Patients with CCO who underwent CAS may have a greater peri-procedural risk of chronic renal failure, heart failure and chronic obstructive pulmonary disease.

Mercado et al. found that the risks of in-hospital mortality, non-fatal MI and non-fatal ischaemic stroke were similar in patients with and without CCO after CAS, as there were no significant differences in composite outcomes (2.1% vs. 2.6%, p = 0.316). Likewise, the risks of mortality (0.8% vs. 0.4%, p = 0.08), non-fatal stroke (1.1% vs. 1.7% p = 0.103) and non-fatal MI (0.2% vs. 0.5%, p = 0.217) were similar between those with and without CCO [9]. In a study comparing patients with and without CCO who underwent carotid stenting, Keldahl et al. found no significant differences in 30-day mortality (0% vs. 0.5%, p = 0.99), stroke (2.6% vs. 1.9%, p = 0.55) and MI (0% vs. 0.5%, p = 0.8). Moreover, the long-term rates of mortality (25.6% vs. 22.2%, p = 0.63), stroke (5.3% vs. 3.4%, p = 0.64) and MI (15.4% vs. 14%, p = 0.81) were also similar [17]. In addition, Lago et al. reported similar 30-day and long-term complication rates between patients with and without CCO after CAS [18]. In the present study, the 30-day, 6-month and 1-year rates of mortality, stroke and MI were similar between patients with and without CCO after CAS.

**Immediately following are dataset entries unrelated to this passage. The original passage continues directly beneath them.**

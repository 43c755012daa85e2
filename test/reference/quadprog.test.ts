import seedrandom from 'seedrandom';
import { describe, expect, it } from 'vitest';
import type { FactorRiskModel } from '../../src/linalg/risk-model.js';
import { toDenseCovariance } from '../../src/linalg/risk-ops.js';
import { kktReport, qpObjective } from '../../src/optimize/kkt.js';
import { solveQp, QpWorkspace, type QpProblem, type QpWarmStart } from '../../src/optimize/qp.js';
import type { ConstraintSet, GroupConstraint } from '../../src/optimize/types.js';
import { solveWithQuadprog } from '../helpers/quadprog.js';

// Independent reference solver: quadprog (Goldfarb & Idnani 1983; see test/helpers/quadprog.ts).
// Goldfarb–Idnani needs D positive definite and stumbles on degenerate (dependent) active
// constraints, so equality groups and fixed assets are exercised against the KKT checker in
// test/optimize/qp.test.ts instead of here.

interface Generated {
  problem: QpProblem;
  denseH: Float64Array;
}

/** Seeded random constrained problems: dense or factor H, bounds of three kinds, 0–3 groups. */
function generate(rng: seedrandom.PRNG, factor: boolean): Generated {
  const normal = (): number => {
    let u = 0;
    while (u === 0) u = rng();
    return Math.sqrt(-2 * Math.log(u)) * Math.cos(2 * Math.PI * rng());
  };
  const n = 2 + Math.floor(rng() * 59);
  let problem: Omit<QpProblem, 'constraints'>;
  let denseH: Float64Array;
  if (factor) {
    const k = 1 + Math.floor(rng() * 5);
    const loadings = Float64Array.from({ length: n * k }, () => 0.2 * normal() + (rng() < 0.5 ? 0.3 : 0));
    const g = Float64Array.from({ length: k * k }, () => 0.1 * normal());
    const factorCov = new Float64Array(k * k);
    for (let a = 0; a < k; a++) {
      for (let b = 0; b < k; b++) {
        for (let c = 0; c < k; c++) factorCov[a * k + b] += g[a * k + c] * g[b * k + c];
        if (a === b) factorCov[a * k + b] += 0.002;
      }
    }
    const model: FactorRiskModel = {
      kind: 'factor',
      n,
      k,
      factorNames: Array.from({ length: k }, (_, a) => `f${a}`),
      loadings,
      factorCov,
      specificVar: Float64Array.from({ length: n }, () => 0.001 + 0.01 * rng()),
    };
    const factorScale = 1 + 9 * rng();
    const specificScale = 1 + 9 * rng();
    problem = { hessian: { kind: 'factor', model, factorScale, specificScale }, linear: new Float64Array(n) };
    denseH = toDenseCovariance({ ...model, factorCov: factorCov.map((v) => v * factorScale), specificVar: model.specificVar.map((v) => v * specificScale) });
  } else {
    const m = n + 3;
    const x = Float64Array.from({ length: n * m }, () => 0.05 * normal());
    const cov = new Float64Array(n * n);
    for (let i = 0; i < n; i++) {
      for (let j = 0; j < n; j++) {
        let s = 0;
        for (let c = 0; c < m; c++) s += x[i * m + c] * x[j * m + c];
        cov[i * n + j] = (20 * s) / m + (i === j ? 1e-4 : 0);
      }
    }
    const scale = 1 + 9 * rng();
    problem = { hessian: { kind: 'dense', n, matrix: cov, scale }, linear: new Float64Array(n) };
    denseH = cov.map((v) => v * scale);
  }
  problem.linear.set(Array.from({ length: n }, () => 0.05 + 0.05 * normal()));
  const kind = rng();
  const lower = new Float64Array(n);
  const upper = new Float64Array(n);
  for (let i = 0; i < n; i++) {
    if (kind < 0.5) {
      lower[i] = 0; // long-only, capped or not
      upper[i] = rng() < 0.3 ? Infinity : Math.max(2 / n, Math.min(1, (1.5 + 3 * rng()) / n));
    } else if (kind < 0.85) {
      lower[i] = -0.2 * rng();
      upper[i] = Math.max(2 / n, 0.1 + 0.5 * rng());
    } else {
      lower[i] = -Infinity;
      upper[i] = Infinity;
    }
  }
  // Group limits around a point that satisfies bounds and budget, so every problem is feasible.
  const point = feasiblePoint(lower, upper, rng);
  const groups: GroupConstraint[] = [];
  const groupCount = Math.floor(rng() * 4);
  for (let g = 0; g < groupCount; g++) {
    const members: number[] = [];
    for (let i = 0; i < n; i++) if (rng() < 0.3) members.push(i);
    if (members.length === 0) members.push(Math.floor(rng() * n));
    const s = members.reduce((acc, i) => acc + point[i], 0);
    groups.push({
      name: `g${g}`,
      members: Int32Array.from(members),
      min: rng() < 0.7 ? s - 0.1 * rng() : -Infinity,
      max: rng() < 0.7 ? s + 0.1 * rng() : Infinity,
    });
  }
  const constraints: ConstraintSet = { n, lower, upper, budget: 1, groups };
  return { problem: { ...problem, constraints }, denseH };
}

/** A point with lower ≤ x ≤ upper and Σx = 1: a random box point, its excess spread by room. */
function feasiblePoint(lower: Float64Array, upper: Float64Array, rng: seedrandom.PRNG): Float64Array {
  const n = lower.length;
  const lo = Float64Array.from(lower, (v) => (Number.isFinite(v) ? v : -0.5));
  const hi = Float64Array.from(upper, (v) => (Number.isFinite(v) ? v : 1));
  const x = Float64Array.from({ length: n }, (_, i) => lo[i] + (hi[i] - lo[i]) * rng());
  const excess = x.reduce((a, b) => a + b, 0) - 1;
  // Move each asset towards the bound on the side of the excess, in proportion to its room;
  // Σlo ≤ 1 ≤ Σhi holds for every generated box, so the box is never left.
  const room = Float64Array.from(x, (v, i) => (excess > 0 ? v - lo[i] : hi[i] - v));
  const totalRoom = room.reduce((a, b) => a + b, 0);
  for (let i = 0; i < n; i++) x[i] -= (excess * room[i]) / totalRoom;
  return x;
}

/** ½|xᵀHx| + |cᵀx|: the scale against which objective agreement is measured. */
function objectiveScale(problem: QpProblem, denseH: Float64Array, x: Float64Array): number {
  const n = x.length;
  let quad = 0;
  let lin = 0;
  for (let i = 0; i < n; i++) {
    lin += problem.linear[i] * x[i];
    for (let j = 0; j < n; j++) quad += x[i] * denseH[i * n + j] * x[j];
  }
  return 0.5 * Math.abs(quad) + Math.abs(lin);
}

describe('active-set QP against quadprog (Goldfarb–Idnani) on seeded random problems', () => {
  const rng = seedrandom('wobble-qp-vs-quadprog');
  const cases = Array.from({ length: 240 }, (_, t) => generate(rng, t % 5 >= 3));

  it('objectives agree to 1e-9 (relative) and KKT residuals are ≤ 1e-9 on 240 problems (N = 2…60)', () => {
    let worstObjective = 0;
    let worstKkt = 0;
    let factorCount = 0;
    const workspace = new QpWorkspace();
    for (const { problem, denseH } of cases) {
      const ours = solveQp(problem, { workspace });
      const reference = solveWithQuadprog(problem, denseH);
      const scale = objectiveScale(problem, denseH, ours.x);
      const gap = Math.abs(qpObjective(problem, ours.x) - qpObjective(problem, reference)) / scale;
      const kkt = kktReport(problem, ours.x, ours.multipliers).max;
      worstObjective = Math.max(worstObjective, gap);
      worstKkt = Math.max(worstKkt, kkt, ours.kktResidual);
      expect(ours.converged).toBe(true);
      if (problem.hessian.kind === 'factor') {
        factorCount++;
        expect(ours.hessianForm).toBe('factor');
      }
    }
    expect(factorCount).toBeGreaterThan(80);
    expect(worstObjective).toBeLessThan(1e-9);
    expect(worstKkt).toBeLessThan(1e-9);
  });

  it('warm starts from a nearby problem give the cold answer, in fewer iterations', () => {
    const perturb = seedrandom('perturb');
    let warmIterations = 0;
    let coldIterations = 0;
    let worst = 0;
    for (const { problem, denseH } of cases) {
      const base = solveQp(problem);
      // Nearby problem: means moved by ~1 % and the risk aversion by up to ±10 %.
      const linear = problem.linear.map((v) => v + 0.01 * (perturb() - 0.5));
      const h = problem.hessian;
      const factor = 0.9 + 0.2 * perturb();
      const hessian: QpProblem['hessian'] =
        h.kind === 'dense' ? { ...h, scale: (h.scale ?? 1) * factor } : { ...h, factorScale: h.factorScale * factor };
      const nearby: QpProblem = { hessian, linear, constraints: problem.constraints };
      const warm = solveQp(nearby, { warmStart: base.warmStart });
      const cold = solveQp(nearby);
      const scale = objectiveScale(nearby, denseH, cold.x);
      worst = Math.max(worst, Math.abs(warm.objective - cold.objective) / scale);
      expect(warm.kktResidual).toBeLessThan(1e-9);
      warmIterations += warm.iterations + warm.phase1Iterations;
      coldIterations += cold.iterations + cold.phase1Iterations;
    }
    expect(worst).toBeLessThan(1e-9);
    expect(warmIterations).toBeLessThan(0.5 * coldIterations);
  });

  it('an inconsistent warm start (wrong states, infeasible point) still gives the right answer', () => {
    const garbage = seedrandom('garbage');
    for (const { problem } of cases.slice(0, 60)) {
      const { n, groups } = problem.constraints;
      const cold = solveQp(problem);
      const states = [-1, 0, 1] as const;
      const warmStart: QpWarmStart = {
        x: Float64Array.from({ length: n }, () => garbage() * 3 - 1),
        assetState: Int8Array.from({ length: n }, () => states[Math.floor(garbage() * 3)]),
        groupState: Int8Array.from({ length: groups.length }, () => states[Math.floor(garbage() * 3)]),
      };
      const warm = solveQp(problem, { warmStart });
      expect(Math.abs(warm.objective - cold.objective)).toBeLessThan(1e-9 * Math.max(1, Math.abs(cold.objective)));
      expect(warm.kktResidual).toBeLessThan(1e-9);
      // A feasible point with a nonsense working set: members inconsistent with x are dropped.
      const feasibleWrongSet = solveQp(problem, { warmStart: { ...warmStart, x: cold.x } });
      expect(Math.abs(feasibleWrongSet.objective - cold.objective)).toBeLessThan(1e-9 * Math.max(1, Math.abs(cold.objective)));
    }
  });
});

Previous studies comparing patients aged < 75 vs. ≥ 75 years who underwent CAS showed that the risks of procedural stroke and mortality were higher in older patients [1921]. Guo et al. observed greater risks of stroke, MI, and mortality in patients aged > 75 vs. < 75 years with and without CCO after CAS [22]. In the present study, the risk of stroke was greater in those aged < 75 years, whereas the risk of non-cardiac mortality was greater in those aged > 75 years, while the 1-year composite outcome was similar between patients aged < 75 and ≥ 75 years.

Mercado et al. compared symptomatic and asymptomatic patients with and without CCO who underwent CCO. Mercado et al. found no difference in composite outcomes between symptomatic and asymptomatic patients with or without CCO (3.4% vs. 3.5%, respectively, p = 0.956) [9]. Similarly, in the present study, the clinical outcomes were similar between symptomatic and asymptomatic patients.

The most important restriction of our study was that it was a single-centred retrospective study. The other major restriction was that we were unable to compare patients who underwent CAS to those who underwent CEA.

In conclusion, no difference was found in terms of stroke, MI, or mortality between patients with and without CCO after CAS. We demonstrated that CAS is a safe and effective revascularisation strategy in patients with CCO. The outcomes were similar in terms of age and symptoms. However, these data should be verified in prospective multicentre studies.